_Your goal_. An exact transcription of the data below, complete and unaltered, is the expected answer.

[Saved data entries]
**********
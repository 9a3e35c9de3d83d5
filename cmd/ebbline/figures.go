package main

import (
	"path/filepath"

	"ebbline/reports"
	"ebbline/reports/figure"
)

// checkFigures makes sure, before anything runs, that no figure is lost.
func (o *outputs) checkFigures() error {
	if o.figures == "" {
		return nil
	}
	for _, name := range figure.Names() {
		if err := o.fresh(filepath.Join(o.figures, name), ""); err != nil {
			return err
		}
	}
	return nil
}

// writeFigures draws the report's charts if they are wanted.
func (o *outputs) writeFigures(r *reports.Report) error {
	if o.figures == "" {
		return nil
	}
	return figure.Write(r, o.figures)
}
**********
_The completed task_.
repository 9a3e35c9de3d83d5
filename cmd/ebbline/figures.go
package main

import (
	"path/filepath"

	"ebbline/reports"
	"ebbline/reports/figure"
)

// checkFigures makes sure, before anything runs, that no figure is lost.
func (o *outputs) checkFigures() error {
	if o.figures == "" {
		return nil
	}
	for _, name := range figure.Names() {
		if err := o.fresh(filepath.Join(o.figures, name), ""); err != nil {
			return err
		}
	}
	return nil
}

// writeFigures draws the report's charts if they are wanted.
func (o *outputs) writeFigures(r *reports.Report) error {
	if o.figures == "" {
		return nil
	}
	return figure.Write(r, o.figures)
}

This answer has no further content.